Foreign institutional investors invest in Nigeria stocks or other emerging markets when they have excess liquidity (low borrowing costs). However, if bond yields rise in the US, money will move away from emerging markets.

Following low sentiment from FPIs analysis from the NGX has shown that foreign transactions stood at N201.29 billion, accounting for about 13.37 per cent of the total transactions carried out from January to May, while domestic transactions constituted N1.304 trillion, representing 86.63 per cent of the total transaction, outperforming the foreign investment during the same period.

Performance of the banks’ share prices

  • GTCO closed its last trading day (Wednesday, June 22, 2022) at N21.00 per share and N689.153 billion in market capitalisation on the Nigerian Stock Exchange (NGX) as against N26 per share and N765.210 billion in market capitalisation at the beginning of trading in January 2022, hence has earned a loss of N147.155 billion or 19.23% year to date.
  • Zenith Bank Plc also closed its last trading day (Wednesday, June 22, 2022) at N21.95 per share and N689.153 billion in market capitalisation on the Nigerian Stock Exchange (NGX) in contrast to opening figure of N25.15 per share and N789.621 billion in market capitalisation at the beginning of the year on January. The bank has since lost 12.72% and N100.467 billion in market capitalisation.

Key results highlights

  • Guaranty Trust Holding Co’s Q1 2022 financial result showed a profit of N43.21 billion during the period. This reflects a 5.13% decline year on year.
  • The bank also reported earnings per share of N1.51, a 5.63% drop from the N1.60 reported a year earlier in 2021.
  • The statement revealed that in Q1 2022, Net interest income grew by 9.09% from N52.43 billion to N57.20 billion in the current period. Guaranty Trust’s profit performance is on the back of margin growth as income from interest and fees and commission income appreciated year on year.
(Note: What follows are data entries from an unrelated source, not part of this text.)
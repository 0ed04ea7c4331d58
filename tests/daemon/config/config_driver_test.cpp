// The driver section of [[source]]: what is given reaches the driver's
// config, and every mistake is an error naming the line and the dotted key
// (line numbers are counted in each test's own text).
#include <gtest/gtest.h>

#include "daemon/config/config.hpp"

namespace lphi::config {
namespace {

const char* const kScpiSource =
    "[[source]]\n"                    // 1
    "name = \"lockin\"\n"             // 2
    "kind = \"lockin\"\n"             // 3
    "driver = \"scpi-tcp\"\n"         // 4
    "address = \"127.0.0.1:5025\"\n"  // 5
    "poll_interval_ms = 200\n"        // 6
    "reply_timeout_ms = 700\n"        // 7
    "terminator = \"\\r\\n\"\n"       // 8
    "reconnect_max_ms = 4000\n"       // 9
    "time_future_tolerance_s = 1e6\n" // 10
    "[[source.query]]\n"              // 11
    "send = \"MEAS:ALL?\"\n"          // 12
    "[[source.query.field]]\n"        // 13
    "index = 0\n"                     // 14
    "quantity = \"time_s\"\n"         // 15
    "[[source.query.field]]\n"        // 16
    "index = 1\n"                     // 17
    "quantity = \"x_v\"\n"            // 18
    "scale = 1e-6\n"                  // 19
    "[[source.query.field]]\n"        // 20
    "index = 2\n"                     // 21
    "quantity = \"y_v\"\n";           // 22

TEST(DriverConfig, AScpiTcpSourceReachesTheDriversConfig) {
  Config c;
  const auto errors = parse_config(kScpiSource, c);
  for (const auto& e : errors) ADD_FAILURE() << format_error("text", e);
  ASSERT_EQ(c.sources.size(), 1u);
  const SourceConfig& s = c.sources[0];
  EXPECT_EQ(s.driver, DriverType::scpi_tcp);
  ASSERT_TRUE(s.time_future_tolerance_s);
  EXPECT_DOUBLE_EQ(*s.time_future_tolerance_s, 1e6);
  const auto& d = s.scpi_tcp;
  EXPECT_EQ(d.source, "lockin");
  EXPECT_EQ(d.kind, protocol::SourceKind::lockin);
  EXPECT_EQ(d.connection.host, "127.0.0.1");
  EXPECT_EQ(d.connection.port, 5025);
  EXPECT_EQ(d.connection.terminator, "\r\n");
  EXPECT_EQ(d.poll_interval.count(), 200);
  EXPECT_EQ(d.reply_timeout.count(), 700);
  EXPECT_EQ(d.backoff.max_delay.count(), 4000);
  EXPECT_EQ(d.identity_query, "*IDN?");  // the default (DRIVERS.md)
  ASSERT_EQ(d.queries.size(), 1u);
  EXPECT_EQ(d.queries[0].send, "MEAS:ALL?");
  ASSERT_EQ(d.queries[0].fields.size(), 3u);
  EXPECT_EQ(d.queries[0].fields[1].index, 1u);
  EXPECT_EQ(d.queries[0].fields[1].quantity, "x_v");
  EXPECT_DOUBLE_EQ(d.queries[0].fields[1].scale, 1e-6);
  EXPECT_DOUBLE_EQ(d.queries[0].fields[2].scale, 1.0);
}

TEST(DriverConfig, TheExampleHasADriverThatValidates) {
  Config c;
  const auto errors = parse_config(example_config(), c);
  for (const auto& e : errors) ADD_FAILURE() << format_error("example", e);
  const SourceConfig* s = c.find_source("lockin-a");
  ASSERT_NE(s, nullptr);
  EXPECT_EQ(s->driver, DriverType::scpi_tcp);
  EXPECT_EQ(s->scpi_tcp.connection.port, 5025);
  EXPECT_TRUE(drivers::validate(s->scpi_tcp).empty());
  // The other sources of the example are fed through the ingest socket.
  EXPECT_EQ(c.find_source("mxc")->driver, DriverType::none);
}

// The first error for `text`, expected at `line` with `key`.
void expect_error(const std::string& text, std::size_t line, const std::string& key,
                  const std::string& words) {
  Config c;
  const auto errors = parse_config(text, c);
  ASSERT_FALSE(errors.empty()) << "accepted:\n" << text;
  EXPECT_EQ(errors[0].line, line) << format_error("text", errors[0]);
  EXPECT_EQ(errors[0].key, key) << format_error("text", errors[0]);
  EXPECT_NE(errors[0].message.find(words), std::string::npos) << format_error("text", errors[0]);
}

TEST(DriverConfig, AnUnknownKeyDeepInsideAQueryNamesItsLineAndPath) {
  std::string text = kScpiSource;
  text += "quantty = \"y_v\"\n";  // 23: a typo in the last field table
  expect_error(text, 23, "source[0].query[0].field[2].quantty", "unknown key");
}

TEST(DriverConfig, DriverSettingsWithoutADriverAreRefused) {
  expect_error("[[source]]\nname = \"mxc\"\nkind = \"thermometer\"\naddress = \"127.0.0.1:1\"\n", 1,
               "source[0].address", "driver");
}

TEST(DriverConfig, ABadAddressIsRefused) {
  for (const char* address : {"127.0.0.1", "127.0.0.1:0", "127.0.0.1:70000", ":5025", "host:50x"}) {
    expect_error(std::string("[[source]]\nname = \"a\"\nkind = \"field\"\ndriver = \"scpi-tcp\"\n"
                             "address = \"") + address + "\"\n[[source.query]]\nsend = \"F?\"\n"
                 "[[source.query.field]]\nquantity = \"field_t\"\n",
                 5, "source[0].address", "host:port");
  }
}

TEST(DriverConfig, AScpiTcpSourceNeedsAnAddressAndAQuery) {
  expect_error("[[source]]\nname = \"a\"\nkind = \"field\"\ndriver = \"scpi-tcp\"\naddress = \"h:1\"\n", 1,
               "source[0].query", "at least one");
  expect_error("[[source]]\nname = \"a\"\nkind = \"field\"\ndriver = \"scpi-tcp\"\n", 1,
               "source[0].address", "required");
}

TEST(DriverConfig, AQueryThatLacksARequiredQuantityIsRefusedByTheDriversCheck) {
  // A lock-in needs x_v and y_v (DRIVERS.md); the driver library says which.
  Config c;
  const auto errors = parse_config(
      "[[source]]\nname = \"li\"\nkind = \"lockin\"\ndriver = \"scpi-tcp\"\naddress = \"h:1\"\n"
      "[[source.query]]\nsend = \"X?\"\n[[source.query.field]]\nquantity = \"x_v\"\n",
      c);
  ASSERT_EQ(errors.size(), 1u);
  EXPECT_EQ(errors[0].line, 1u);
  EXPECT_EQ(errors[0].key, "source[0]");
  EXPECT_NE(errors[0].message.find("y_v"), std::string::npos) << errors[0].message;
}

TEST(DriverConfig, SettingsOfTheOtherDriverAreRefused) {
  expect_error("[[source]]\nname = \"a\"\nkind = \"field\"\ndriver = \"line-stream\"\naddress = \"h:1\"\n"
               "poll_interval_ms = 100\n[[source.field]]\nquantity = \"field_t\"\n",
               1, "source[0].poll_interval_ms", "scpi-tcp setting");
}

TEST(DriverConfig, ALineStreamSourceReachesTheDriversConfig) {
  Config c;
  const auto errors = parse_config(
      "[[source]]\nname = \"mag\"\nkind = \"field\"\ndriver = \"line-stream\"\naddress = \"0.0.0.0:7000\"\n"
      "mode = \"listen\"\nformat = \"json\"\nsilence_timeout_ms = 3000\n"
      "[[source.field]]\nkey = \"B\"\nquantity = \"field_t\"\n",
      c);
  for (const auto& e : errors) ADD_FAILURE() << format_error("text", e);
  ASSERT_EQ(c.sources.size(), 1u);
  const auto& d = c.sources[0].line_stream;
  EXPECT_EQ(c.sources[0].driver, DriverType::line_stream);
  EXPECT_EQ(d.mode, drivers::LineStreamConfig::Mode::listen);
  EXPECT_EQ(d.format, drivers::LineStreamConfig::Format::json);
  EXPECT_EQ(d.silence_timeout.count(), 3000);
  ASSERT_EQ(d.fields.size(), 1u);
  EXPECT_EQ(d.fields[0].key, "B");
}

}  // namespace
}  // namespace lphi::config
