#include "daemon/alerts/hook_runner.hpp"

#include <fcntl.h>
#include <poll.h>
#include <signal.h>
#include <spawn.h>
#include <sys/wait.h>
#include <unistd.h>

#include <cerrno>
#include <cstring>

#include <spdlog/spdlog.h>

#include "daemon/health/failed_parts.hpp"

extern char** environ;

namespace lphi::alerts {

namespace {

using Clock = std::chrono::steady_clock;

constexpr std::chrono::milliseconds kill_grace{2000};
constexpr std::size_t max_logged_bytes = 64 * 1024;  // of one run's output

class Fd {
 public:
  Fd() = default;
  explicit Fd(int fd) : fd_(fd) {}
  ~Fd() { reset(); }
  Fd(const Fd&) = delete;
  Fd& operator=(const Fd&) = delete;
  int get() const { return fd_; }
  void reset() {
    if (fd_ >= 0) ::close(fd_);
    fd_ = -1;
  }

 private:
  int fd_ = -1;
};

int remaining_ms(Clock::time_point deadline) {
  const auto left = std::chrono::duration_cast<std::chrono::milliseconds>(deadline - Clock::now());
  return left.count() <= 0 ? 0 : static_cast<int>(left.count());
}

// Waits for pid until deadline; true when it was reaped (status set).
bool wait_until(pid_t pid, Clock::time_point deadline, int& status) {
  for (;;) {
    const pid_t r = ::waitpid(pid, &status, WNOHANG);
    if (r == pid) return true;
    if (r < 0 && errno != EINTR) return true;  // nothing to wait for
    if (Clock::now() >= deadline) return false;
    std::this_thread::sleep_for(std::chrono::milliseconds(10));
  }
}

}  // namespace

HookRunner::HookRunner(std::vector<std::string> argv, double timeout_s, std::int64_t max_per_minute,
                       std::size_t queue_capacity)
    : argv_(std::move(argv)),
      timeout_(static_cast<std::int64_t>(timeout_s * 1000.0)),
      max_per_minute_(max_per_minute),
      capacity_(queue_capacity) {
  thread_ = std::thread([this] { run_loop(); });
}

HookRunner::~HookRunner() {
  {
    std::lock_guard lock(mutex_);
    stopping_ = true;
  }
  abort_.store(true);
  wake_.notify_all();
  if (thread_.joinable()) thread_.join();
}

void HookRunner::submit(std::string input) {
  {
    std::lock_guard lock(mutex_);
    if (!counters_.failed_error.empty()) {
      ++counters_.failures;
      spdlog::warn("alert hook: failed earlier ({}); this alert change is not passed on", counters_.failed_error);
      return;
    }
    const auto now = Clock::now();
    while (!accepted_.empty() && now - accepted_.front() >= std::chrono::minutes(1)) {
      accepted_.pop_front();
    }
    if (static_cast<std::int64_t>(accepted_.size()) >= max_per_minute_) {
      ++counters_.rate_limited;
      spdlog::warn("alert hook: more than {} runs in a minute, this alert change is not passed on",
                   max_per_minute_);
      return;
    }
    if (queue_.size() >= capacity_) {
      ++counters_.queue_full;
      spdlog::warn("alert hook: {} alert changes already wait for the hook, this one is dropped",
                   capacity_);
      return;
    }
    accepted_.push_back(now);
    queue_.push_back(std::move(input));
  }
  wake_.notify_one();
}

HookRunner::Counters HookRunner::counters() const {
  std::lock_guard lock(mutex_);
  return counters_;
}

bool HookRunner::wait_idle(double timeout_s) {
  std::unique_lock lock(mutex_);
  return idle_.wait_for(lock, std::chrono::duration<double>(timeout_s),
                        [this] { return queue_.empty() && !busy_; });
}

// The thread's entry: the exception barrier around the loop.
void HookRunner::run_loop() {
  std::string error = "an exception that is not a std::exception";
  const bool ok = health::run_guarded(nullptr, "alert-hook", [this, &error] {
    try {
      serve();
    } catch (const std::exception& e) {
      error = e.what();
      throw;
    }
  });
  if (ok) return;
  std::lock_guard lock(mutex_);
  ++counters_.failures;
  counters_.failed_error = error;
  queue_.clear();
  busy_ = false;
  idle_.notify_all();
}

void HookRunner::serve() {
  // A hook that exits before reading its stdin must not take lphid down
  // with SIGPIPE: this thread blocks the signal (writes then fail with EPIPE).
  sigset_t pipe_set;
  sigemptyset(&pipe_set);
  sigaddset(&pipe_set, SIGPIPE);
  pthread_sigmask(SIG_BLOCK, &pipe_set, nullptr);

  std::unique_lock lock(mutex_);
  for (;;) {
    wake_.wait(lock, [this] { return stopping_ || !queue_.empty(); });
    if (stopping_) return;
    std::string input = std::move(queue_.front());
    queue_.pop_front();
    busy_ = true;
    lock.unlock();
    run_one(input);
    lock.lock();
    busy_ = false;
    if (queue_.empty()) idle_.notify_all();
  }
}

void HookRunner::run_one(const std::string& input) {
  const std::string program = argv_.front();
  auto fail = [&](const std::string& why) {
    spdlog::error("alert hook {}: {}", program, why);
    std::lock_guard lock(mutex_);
    ++counters_.failures;
  };

  int in_pipe[2];
  int out_pipe[2];
  if (::pipe2(in_pipe, O_CLOEXEC) != 0) return fail(std::string("cannot make a pipe: ") + std::strerror(errno));
  Fd in_read(in_pipe[0]), in_write(in_pipe[1]);
  if (::pipe2(out_pipe, O_CLOEXEC) != 0) return fail(std::string("cannot make a pipe: ") + std::strerror(errno));
  Fd out_read(out_pipe[0]), out_write(out_pipe[1]);

  posix_spawn_file_actions_t actions;
  posix_spawn_file_actions_init(&actions);
  posix_spawn_file_actions_adddup2(&actions, in_read.get(), STDIN_FILENO);
  posix_spawn_file_actions_adddup2(&actions, out_write.get(), STDOUT_FILENO);
  posix_spawn_file_actions_adddup2(&actions, out_write.get(), STDERR_FILENO);
  posix_spawnattr_t attributes;
  posix_spawnattr_init(&attributes);
  // Its own process group, so that a timeout stops what it started too; the
  // default signal mask and SIGPIPE action, not this thread's.
  sigset_t empty, defaults;
  sigemptyset(&empty);
  sigemptyset(&defaults);
  sigaddset(&defaults, SIGPIPE);
  posix_spawnattr_setpgroup(&attributes, 0);
  posix_spawnattr_setsigmask(&attributes, &empty);
  posix_spawnattr_setsigdefault(&attributes, &defaults);
  posix_spawnattr_setflags(&attributes,
                           POSIX_SPAWN_SETPGROUP | POSIX_SPAWN_SETSIGMASK | POSIX_SPAWN_SETSIGDEF);

  std::vector<char*> args;
  for (const auto& a : argv_) args.push_back(const_cast<char*>(a.c_str()));
  args.push_back(nullptr);
  pid_t pid = 0;
  const int rc = ::posix_spawnp(&pid, program.c_str(), &actions, &attributes, args.data(), environ);
  posix_spawn_file_actions_destroy(&actions);
  posix_spawnattr_destroy(&attributes);
  if (rc != 0) return fail(std::string("cannot start: ") + std::strerror(rc));
  {
    std::lock_guard lock(mutex_);
    ++counters_.runs;
  }
  in_read.reset();
  out_write.reset();

  const auto deadline = Clock::now() + timeout_;
  ::fcntl(in_write.get(), F_SETFL, O_NONBLOCK);
  std::size_t written = 0;
  std::string pending_line;
  std::size_t logged = 0;
  bool output_open = true;
  auto log_output = [&](const char* data, std::size_t n) {
    pending_line.append(data, n);
    std::size_t newline = 0;
    while ((newline = pending_line.find('\n')) != std::string::npos) {
      if (logged < max_logged_bytes) spdlog::info("alert hook {}: {}", program, pending_line.substr(0, newline));
      logged += newline + 1;
      pending_line.erase(0, newline + 1);
    }
  };

  // Feed stdin and drain the output until both are done or time is up.
  while (Clock::now() < deadline && !abort_.load() && (output_open || in_write.get() >= 0)) {
    pollfd fds[2];
    nfds_t n = 0;
    if (output_open) fds[n++] = {out_read.get(), POLLIN, 0};
    if (in_write.get() >= 0) fds[n++] = {in_write.get(), POLLOUT, 0};
    const int ready = ::poll(fds, n, std::min(remaining_ms(deadline), 100));
    if (ready < 0 && errno != EINTR) break;
    for (nfds_t i = 0; i < n; ++i) {
      if (fds[i].revents == 0) continue;
      if (fds[i].fd == out_read.get()) {
        char buffer[4096];
        const ssize_t got = ::read(out_read.get(), buffer, sizeof buffer);
        if (got > 0) {
          log_output(buffer, static_cast<std::size_t>(got));
        } else if (got == 0 || (errno != EINTR && errno != EAGAIN)) {
          output_open = false;
        }
      } else {
        const ssize_t put = ::write(in_write.get(), input.data() + written, input.size() - written);
        if (put > 0) written += static_cast<std::size_t>(put);
        if ((put < 0 && errno != EAGAIN && errno != EINTR) || written == input.size()) {
          in_write.reset();  // EOF for the hook (or it stopped reading)
        }
      }
    }
  }
  if (!pending_line.empty() && logged < max_logged_bytes) {
    spdlog::info("alert hook {}: {}", program, pending_line);
  }

  int status = 0;
  if (!wait_until(pid, abort_.load() ? Clock::now() : deadline, status)) {
    spdlog::error("alert hook {}: still running after {} ms, stopping it", program, timeout_.count());
    ::kill(-pid, SIGTERM);
    if (!wait_until(pid, Clock::now() + kill_grace, status)) {
      ::kill(-pid, SIGKILL);
      wait_until(pid, Clock::now() + std::chrono::seconds(10), status);
    }
    std::lock_guard lock(mutex_);
    ++counters_.timeouts;
    ++counters_.failures;
    return;
  }
  if (WIFEXITED(status) && WEXITSTATUS(status) == 0) return;
  if (WIFEXITED(status)) return fail("exited with status " + std::to_string(WEXITSTATUS(status)));
  if (WIFSIGNALED(status)) return fail(std::string("died by signal ") + std::to_string(WTERMSIG(status)));
  fail("ended abnormally");
}

}  // namespace lphi::alerts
However, net trading income declined y-o-y by 5.03%, subduing bottom-line profit, as well as other expenses.
  • Also, Zenith Bank Plc’s Q1 2022 financial result revealed a profit of N58.20 billion in Q1 2022. This reflects a 9.68% increase year on year.
  • The bank also reported earnings per share of N1.85, a 9.47% growth from the N1.69 reported a year earlier in Q1 2021.
  • The statement revealed that in Q1 2022, net interest income grew by 20.89% from N83.17 billion to N100.54 billion in the current period. Zenith Bank’s profit performance is on the back of margin all growth as income from interest, trading income and fees and commission income all appreciated year on year.